** PROVIDED DATA follows **
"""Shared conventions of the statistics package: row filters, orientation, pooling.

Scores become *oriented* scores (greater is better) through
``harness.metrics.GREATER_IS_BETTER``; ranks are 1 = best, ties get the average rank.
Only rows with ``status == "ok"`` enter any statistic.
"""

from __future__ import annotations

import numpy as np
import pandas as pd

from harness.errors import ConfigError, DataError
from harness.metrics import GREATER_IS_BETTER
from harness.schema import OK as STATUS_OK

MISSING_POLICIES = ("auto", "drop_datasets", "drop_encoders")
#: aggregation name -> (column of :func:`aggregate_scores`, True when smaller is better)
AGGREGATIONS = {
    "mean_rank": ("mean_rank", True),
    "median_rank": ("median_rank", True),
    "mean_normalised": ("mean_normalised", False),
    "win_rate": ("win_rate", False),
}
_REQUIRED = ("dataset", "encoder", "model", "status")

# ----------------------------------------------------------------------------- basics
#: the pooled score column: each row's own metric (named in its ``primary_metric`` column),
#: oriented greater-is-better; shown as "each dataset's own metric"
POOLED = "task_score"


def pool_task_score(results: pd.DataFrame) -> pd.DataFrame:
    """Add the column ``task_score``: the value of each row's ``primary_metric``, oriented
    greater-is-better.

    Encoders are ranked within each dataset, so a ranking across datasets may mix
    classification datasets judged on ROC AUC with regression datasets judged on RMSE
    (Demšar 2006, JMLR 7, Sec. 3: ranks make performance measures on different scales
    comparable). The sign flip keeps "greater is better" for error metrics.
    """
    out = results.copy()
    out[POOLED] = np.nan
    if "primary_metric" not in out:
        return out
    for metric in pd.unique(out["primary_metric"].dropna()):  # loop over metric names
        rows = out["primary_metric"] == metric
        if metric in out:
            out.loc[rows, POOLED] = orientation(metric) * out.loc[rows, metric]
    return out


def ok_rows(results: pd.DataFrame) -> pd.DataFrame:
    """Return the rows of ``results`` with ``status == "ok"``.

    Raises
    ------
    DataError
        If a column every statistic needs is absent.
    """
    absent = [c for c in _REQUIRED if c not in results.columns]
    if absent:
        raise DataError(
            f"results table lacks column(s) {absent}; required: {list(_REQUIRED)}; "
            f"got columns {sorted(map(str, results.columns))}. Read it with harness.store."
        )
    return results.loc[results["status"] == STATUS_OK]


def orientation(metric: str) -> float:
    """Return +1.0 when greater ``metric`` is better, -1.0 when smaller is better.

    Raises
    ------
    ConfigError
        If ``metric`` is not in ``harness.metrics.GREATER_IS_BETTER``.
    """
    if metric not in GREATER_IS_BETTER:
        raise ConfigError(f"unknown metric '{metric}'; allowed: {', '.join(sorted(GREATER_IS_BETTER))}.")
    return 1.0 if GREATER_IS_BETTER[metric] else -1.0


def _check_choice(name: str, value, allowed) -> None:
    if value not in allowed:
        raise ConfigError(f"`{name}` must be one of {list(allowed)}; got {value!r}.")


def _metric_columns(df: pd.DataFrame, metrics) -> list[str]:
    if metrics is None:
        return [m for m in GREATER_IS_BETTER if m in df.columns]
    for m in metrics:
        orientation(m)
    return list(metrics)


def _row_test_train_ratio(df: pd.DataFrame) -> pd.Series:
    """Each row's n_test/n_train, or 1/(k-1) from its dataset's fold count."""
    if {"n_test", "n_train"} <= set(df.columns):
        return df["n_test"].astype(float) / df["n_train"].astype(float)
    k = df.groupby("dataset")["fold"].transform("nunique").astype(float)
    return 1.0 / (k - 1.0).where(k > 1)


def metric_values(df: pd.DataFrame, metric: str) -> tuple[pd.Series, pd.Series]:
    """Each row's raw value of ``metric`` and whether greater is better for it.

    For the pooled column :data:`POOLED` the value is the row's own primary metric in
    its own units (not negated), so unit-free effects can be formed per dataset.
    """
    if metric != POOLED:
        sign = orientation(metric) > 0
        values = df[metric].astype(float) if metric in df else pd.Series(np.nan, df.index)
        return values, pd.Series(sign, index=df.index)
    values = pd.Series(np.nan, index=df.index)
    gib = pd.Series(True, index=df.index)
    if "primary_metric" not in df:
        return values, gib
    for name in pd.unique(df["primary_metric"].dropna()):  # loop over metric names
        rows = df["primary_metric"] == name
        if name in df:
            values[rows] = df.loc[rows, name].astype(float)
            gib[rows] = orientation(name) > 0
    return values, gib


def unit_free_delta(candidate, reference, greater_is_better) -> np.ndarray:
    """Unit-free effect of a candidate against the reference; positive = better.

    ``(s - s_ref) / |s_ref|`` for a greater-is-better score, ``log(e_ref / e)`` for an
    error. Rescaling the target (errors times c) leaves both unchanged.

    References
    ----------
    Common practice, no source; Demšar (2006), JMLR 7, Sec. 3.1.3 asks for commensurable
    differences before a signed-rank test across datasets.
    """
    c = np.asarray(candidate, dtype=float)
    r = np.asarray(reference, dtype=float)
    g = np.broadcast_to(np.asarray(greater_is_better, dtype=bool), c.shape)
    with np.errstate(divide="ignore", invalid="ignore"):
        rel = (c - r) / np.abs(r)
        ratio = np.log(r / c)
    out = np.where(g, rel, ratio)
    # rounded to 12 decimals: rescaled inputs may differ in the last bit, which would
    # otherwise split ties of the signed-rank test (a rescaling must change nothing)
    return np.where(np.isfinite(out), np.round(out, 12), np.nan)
** End of PROVIDED DATA **
** PROVIDED DATA follows **
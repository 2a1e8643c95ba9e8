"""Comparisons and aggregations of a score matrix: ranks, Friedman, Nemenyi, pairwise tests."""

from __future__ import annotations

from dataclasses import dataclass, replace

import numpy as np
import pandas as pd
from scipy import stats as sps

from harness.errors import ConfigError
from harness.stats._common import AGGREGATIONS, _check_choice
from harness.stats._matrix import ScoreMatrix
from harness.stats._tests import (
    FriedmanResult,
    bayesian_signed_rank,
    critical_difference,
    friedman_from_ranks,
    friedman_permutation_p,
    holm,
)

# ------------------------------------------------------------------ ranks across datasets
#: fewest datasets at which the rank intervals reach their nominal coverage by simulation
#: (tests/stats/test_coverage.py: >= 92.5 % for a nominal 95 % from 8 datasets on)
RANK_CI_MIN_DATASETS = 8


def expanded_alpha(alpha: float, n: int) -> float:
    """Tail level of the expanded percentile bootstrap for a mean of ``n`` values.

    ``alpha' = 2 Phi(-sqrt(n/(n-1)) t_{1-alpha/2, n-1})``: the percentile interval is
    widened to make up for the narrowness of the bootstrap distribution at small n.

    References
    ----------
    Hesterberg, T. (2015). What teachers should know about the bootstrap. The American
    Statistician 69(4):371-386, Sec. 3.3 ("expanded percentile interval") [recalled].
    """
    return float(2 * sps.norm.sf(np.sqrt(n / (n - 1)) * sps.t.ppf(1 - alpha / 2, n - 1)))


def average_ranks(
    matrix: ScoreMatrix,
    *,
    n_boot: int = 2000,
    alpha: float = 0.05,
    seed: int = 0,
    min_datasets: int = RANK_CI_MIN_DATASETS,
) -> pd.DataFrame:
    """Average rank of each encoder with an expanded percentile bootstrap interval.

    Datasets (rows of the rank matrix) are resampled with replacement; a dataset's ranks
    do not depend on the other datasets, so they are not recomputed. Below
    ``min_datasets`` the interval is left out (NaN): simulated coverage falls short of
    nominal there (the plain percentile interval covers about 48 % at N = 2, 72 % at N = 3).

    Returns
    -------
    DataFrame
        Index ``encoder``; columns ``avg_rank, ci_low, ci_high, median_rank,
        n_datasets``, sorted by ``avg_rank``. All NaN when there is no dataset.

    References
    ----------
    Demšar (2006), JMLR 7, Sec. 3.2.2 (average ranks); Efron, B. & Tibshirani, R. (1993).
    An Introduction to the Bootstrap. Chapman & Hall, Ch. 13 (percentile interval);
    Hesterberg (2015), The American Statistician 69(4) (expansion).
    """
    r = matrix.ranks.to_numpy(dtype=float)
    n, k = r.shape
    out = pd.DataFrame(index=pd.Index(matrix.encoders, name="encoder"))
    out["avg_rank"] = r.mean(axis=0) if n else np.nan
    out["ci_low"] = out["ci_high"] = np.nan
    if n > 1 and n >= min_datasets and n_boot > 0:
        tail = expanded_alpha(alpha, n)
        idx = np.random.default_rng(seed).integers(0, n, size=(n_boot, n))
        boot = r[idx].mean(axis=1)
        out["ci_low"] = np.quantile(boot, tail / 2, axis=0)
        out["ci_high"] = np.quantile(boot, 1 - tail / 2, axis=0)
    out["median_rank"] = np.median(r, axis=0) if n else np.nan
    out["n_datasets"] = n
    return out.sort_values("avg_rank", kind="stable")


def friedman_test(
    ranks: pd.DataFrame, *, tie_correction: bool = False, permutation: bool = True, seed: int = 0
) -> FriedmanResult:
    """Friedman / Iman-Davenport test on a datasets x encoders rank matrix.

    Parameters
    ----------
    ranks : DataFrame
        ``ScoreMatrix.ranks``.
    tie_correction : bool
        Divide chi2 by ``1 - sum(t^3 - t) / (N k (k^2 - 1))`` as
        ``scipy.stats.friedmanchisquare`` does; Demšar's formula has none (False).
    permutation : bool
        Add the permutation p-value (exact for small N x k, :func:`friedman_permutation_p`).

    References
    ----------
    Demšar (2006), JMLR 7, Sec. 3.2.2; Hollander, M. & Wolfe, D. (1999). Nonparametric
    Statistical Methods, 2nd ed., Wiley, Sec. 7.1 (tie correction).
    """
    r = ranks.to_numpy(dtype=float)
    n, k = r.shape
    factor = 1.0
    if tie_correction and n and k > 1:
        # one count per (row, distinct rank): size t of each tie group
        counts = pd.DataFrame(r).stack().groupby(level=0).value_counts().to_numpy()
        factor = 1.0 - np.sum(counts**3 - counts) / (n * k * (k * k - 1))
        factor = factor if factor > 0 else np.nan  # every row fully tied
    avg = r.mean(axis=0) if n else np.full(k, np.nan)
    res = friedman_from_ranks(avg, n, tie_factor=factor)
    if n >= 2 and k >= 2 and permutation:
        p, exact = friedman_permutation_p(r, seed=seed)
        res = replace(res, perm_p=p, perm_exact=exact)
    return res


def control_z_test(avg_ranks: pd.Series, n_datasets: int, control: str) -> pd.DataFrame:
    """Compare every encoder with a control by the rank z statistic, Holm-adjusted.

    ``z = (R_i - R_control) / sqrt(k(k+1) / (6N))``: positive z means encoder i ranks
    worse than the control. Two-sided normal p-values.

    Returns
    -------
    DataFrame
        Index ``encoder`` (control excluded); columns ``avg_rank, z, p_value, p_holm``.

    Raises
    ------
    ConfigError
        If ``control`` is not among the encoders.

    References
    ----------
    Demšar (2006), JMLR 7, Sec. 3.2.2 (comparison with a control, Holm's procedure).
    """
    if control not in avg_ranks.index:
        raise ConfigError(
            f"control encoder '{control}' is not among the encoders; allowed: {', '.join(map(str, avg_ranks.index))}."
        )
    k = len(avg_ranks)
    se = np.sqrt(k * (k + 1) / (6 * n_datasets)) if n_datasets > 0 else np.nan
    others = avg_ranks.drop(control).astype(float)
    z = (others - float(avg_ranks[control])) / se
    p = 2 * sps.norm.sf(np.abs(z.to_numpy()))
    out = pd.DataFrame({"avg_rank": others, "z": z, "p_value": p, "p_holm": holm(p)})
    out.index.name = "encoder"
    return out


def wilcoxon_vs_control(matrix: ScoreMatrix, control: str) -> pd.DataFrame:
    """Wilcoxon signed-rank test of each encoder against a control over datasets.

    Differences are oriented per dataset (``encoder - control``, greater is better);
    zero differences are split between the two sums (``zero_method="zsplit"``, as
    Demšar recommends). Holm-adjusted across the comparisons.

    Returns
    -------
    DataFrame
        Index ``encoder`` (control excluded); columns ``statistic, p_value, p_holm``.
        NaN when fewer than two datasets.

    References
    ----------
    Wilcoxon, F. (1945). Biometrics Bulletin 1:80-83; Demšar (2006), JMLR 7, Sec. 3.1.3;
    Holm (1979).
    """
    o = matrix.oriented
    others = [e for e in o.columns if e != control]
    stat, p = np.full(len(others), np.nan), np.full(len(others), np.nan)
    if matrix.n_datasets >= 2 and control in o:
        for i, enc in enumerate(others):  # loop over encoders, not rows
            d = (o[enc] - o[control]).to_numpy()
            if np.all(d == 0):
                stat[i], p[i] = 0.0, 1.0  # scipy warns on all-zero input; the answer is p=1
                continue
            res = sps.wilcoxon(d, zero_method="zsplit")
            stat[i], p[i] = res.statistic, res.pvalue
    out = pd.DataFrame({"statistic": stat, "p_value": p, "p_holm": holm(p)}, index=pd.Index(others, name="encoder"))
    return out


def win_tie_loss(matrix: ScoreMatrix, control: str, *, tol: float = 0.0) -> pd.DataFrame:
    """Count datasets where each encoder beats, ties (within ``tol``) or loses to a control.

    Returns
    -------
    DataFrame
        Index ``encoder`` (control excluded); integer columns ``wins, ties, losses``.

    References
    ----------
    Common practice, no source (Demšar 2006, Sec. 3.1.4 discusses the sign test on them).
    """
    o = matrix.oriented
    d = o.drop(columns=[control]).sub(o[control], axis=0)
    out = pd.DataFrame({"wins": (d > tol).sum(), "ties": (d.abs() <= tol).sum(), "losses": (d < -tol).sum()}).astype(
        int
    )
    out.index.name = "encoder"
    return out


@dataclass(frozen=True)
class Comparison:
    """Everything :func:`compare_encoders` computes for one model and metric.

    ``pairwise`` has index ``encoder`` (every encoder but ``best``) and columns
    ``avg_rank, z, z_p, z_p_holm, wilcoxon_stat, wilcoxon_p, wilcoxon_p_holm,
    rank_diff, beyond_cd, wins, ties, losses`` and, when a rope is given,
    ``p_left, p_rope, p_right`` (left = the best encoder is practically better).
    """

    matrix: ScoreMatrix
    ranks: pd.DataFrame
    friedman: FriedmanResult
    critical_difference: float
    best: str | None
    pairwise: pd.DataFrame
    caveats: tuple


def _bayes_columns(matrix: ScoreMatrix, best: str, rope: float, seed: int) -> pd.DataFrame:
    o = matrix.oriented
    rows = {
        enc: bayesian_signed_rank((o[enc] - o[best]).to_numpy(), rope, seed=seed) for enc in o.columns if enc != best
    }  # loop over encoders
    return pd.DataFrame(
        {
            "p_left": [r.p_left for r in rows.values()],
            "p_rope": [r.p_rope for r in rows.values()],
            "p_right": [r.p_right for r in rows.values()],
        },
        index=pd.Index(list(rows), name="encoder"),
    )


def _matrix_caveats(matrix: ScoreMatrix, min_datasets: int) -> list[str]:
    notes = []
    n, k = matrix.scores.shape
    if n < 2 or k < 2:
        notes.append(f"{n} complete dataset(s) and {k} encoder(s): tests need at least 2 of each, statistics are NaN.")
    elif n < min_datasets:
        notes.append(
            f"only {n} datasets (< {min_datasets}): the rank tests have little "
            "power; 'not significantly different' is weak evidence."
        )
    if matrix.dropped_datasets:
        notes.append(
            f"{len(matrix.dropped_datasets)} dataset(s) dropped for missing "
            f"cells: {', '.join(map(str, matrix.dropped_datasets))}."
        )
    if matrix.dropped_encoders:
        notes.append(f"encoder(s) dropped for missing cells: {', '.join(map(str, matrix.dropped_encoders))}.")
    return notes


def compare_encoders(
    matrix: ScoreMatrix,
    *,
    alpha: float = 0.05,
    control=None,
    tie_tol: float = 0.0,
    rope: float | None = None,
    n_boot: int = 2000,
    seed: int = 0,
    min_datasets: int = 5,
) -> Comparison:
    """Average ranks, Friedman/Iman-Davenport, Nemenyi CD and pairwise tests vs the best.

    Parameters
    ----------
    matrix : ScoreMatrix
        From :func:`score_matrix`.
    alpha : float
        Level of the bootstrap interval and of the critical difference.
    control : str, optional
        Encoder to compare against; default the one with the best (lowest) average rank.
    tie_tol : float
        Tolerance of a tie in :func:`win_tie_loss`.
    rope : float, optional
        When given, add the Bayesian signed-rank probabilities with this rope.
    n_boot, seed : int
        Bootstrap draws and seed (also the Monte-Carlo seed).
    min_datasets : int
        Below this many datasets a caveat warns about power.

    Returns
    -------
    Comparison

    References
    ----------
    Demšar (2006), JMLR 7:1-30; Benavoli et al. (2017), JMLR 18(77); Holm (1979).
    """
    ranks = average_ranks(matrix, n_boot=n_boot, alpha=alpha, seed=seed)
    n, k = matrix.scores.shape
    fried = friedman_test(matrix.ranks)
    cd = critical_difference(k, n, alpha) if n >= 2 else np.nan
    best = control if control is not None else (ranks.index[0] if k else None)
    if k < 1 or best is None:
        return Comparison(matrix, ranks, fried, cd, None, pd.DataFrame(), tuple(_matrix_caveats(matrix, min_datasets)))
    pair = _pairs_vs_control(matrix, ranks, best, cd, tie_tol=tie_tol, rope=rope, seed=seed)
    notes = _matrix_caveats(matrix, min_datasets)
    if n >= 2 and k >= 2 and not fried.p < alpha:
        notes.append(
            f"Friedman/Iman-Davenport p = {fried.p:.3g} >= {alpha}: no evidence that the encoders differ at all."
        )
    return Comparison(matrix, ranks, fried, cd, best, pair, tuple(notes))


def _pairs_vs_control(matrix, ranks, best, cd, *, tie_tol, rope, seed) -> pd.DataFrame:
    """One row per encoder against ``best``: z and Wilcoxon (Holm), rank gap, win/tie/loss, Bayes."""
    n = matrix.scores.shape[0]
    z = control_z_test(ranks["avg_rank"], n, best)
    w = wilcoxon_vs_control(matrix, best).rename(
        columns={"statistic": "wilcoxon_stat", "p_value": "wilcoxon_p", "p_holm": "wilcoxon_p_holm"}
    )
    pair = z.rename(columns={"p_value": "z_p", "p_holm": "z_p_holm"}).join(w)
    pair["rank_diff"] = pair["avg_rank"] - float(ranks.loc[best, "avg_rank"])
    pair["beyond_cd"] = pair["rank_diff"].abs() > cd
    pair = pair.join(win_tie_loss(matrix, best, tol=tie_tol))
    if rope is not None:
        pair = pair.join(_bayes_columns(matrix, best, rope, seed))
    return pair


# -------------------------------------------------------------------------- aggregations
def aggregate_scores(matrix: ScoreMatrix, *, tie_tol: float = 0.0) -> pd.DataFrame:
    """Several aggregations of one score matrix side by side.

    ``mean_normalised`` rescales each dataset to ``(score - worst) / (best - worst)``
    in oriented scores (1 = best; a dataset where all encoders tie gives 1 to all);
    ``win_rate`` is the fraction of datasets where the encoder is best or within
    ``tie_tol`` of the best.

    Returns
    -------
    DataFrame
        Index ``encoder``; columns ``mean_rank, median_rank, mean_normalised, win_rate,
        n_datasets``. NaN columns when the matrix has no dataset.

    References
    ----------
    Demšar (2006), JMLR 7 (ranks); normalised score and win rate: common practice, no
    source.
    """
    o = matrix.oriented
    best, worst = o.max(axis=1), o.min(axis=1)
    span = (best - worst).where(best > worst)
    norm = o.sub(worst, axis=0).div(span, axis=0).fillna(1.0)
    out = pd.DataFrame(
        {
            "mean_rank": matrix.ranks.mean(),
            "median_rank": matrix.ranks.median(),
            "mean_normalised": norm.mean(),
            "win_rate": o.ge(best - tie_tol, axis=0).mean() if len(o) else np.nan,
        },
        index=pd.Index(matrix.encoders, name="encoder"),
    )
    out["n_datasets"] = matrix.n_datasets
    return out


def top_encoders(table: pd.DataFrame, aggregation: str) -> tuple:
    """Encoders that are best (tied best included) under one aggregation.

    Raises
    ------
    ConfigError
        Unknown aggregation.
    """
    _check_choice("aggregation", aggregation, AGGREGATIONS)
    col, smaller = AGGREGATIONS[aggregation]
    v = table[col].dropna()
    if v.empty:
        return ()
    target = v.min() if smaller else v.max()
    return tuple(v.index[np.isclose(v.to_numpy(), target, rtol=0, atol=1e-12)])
** End of PROVIDED DATA **
Report every line of the data above that contains the string "Nemenyi" by copying it in full.

* RESULT OF THE TASK:
"""Comparisons and aggregations of a score matrix: ranks, Friedman, Nemenyi, pairwise tests."""
    """Average ranks, Friedman/Iman-Davenport, Nemenyi CD and pairwise tests vs the best.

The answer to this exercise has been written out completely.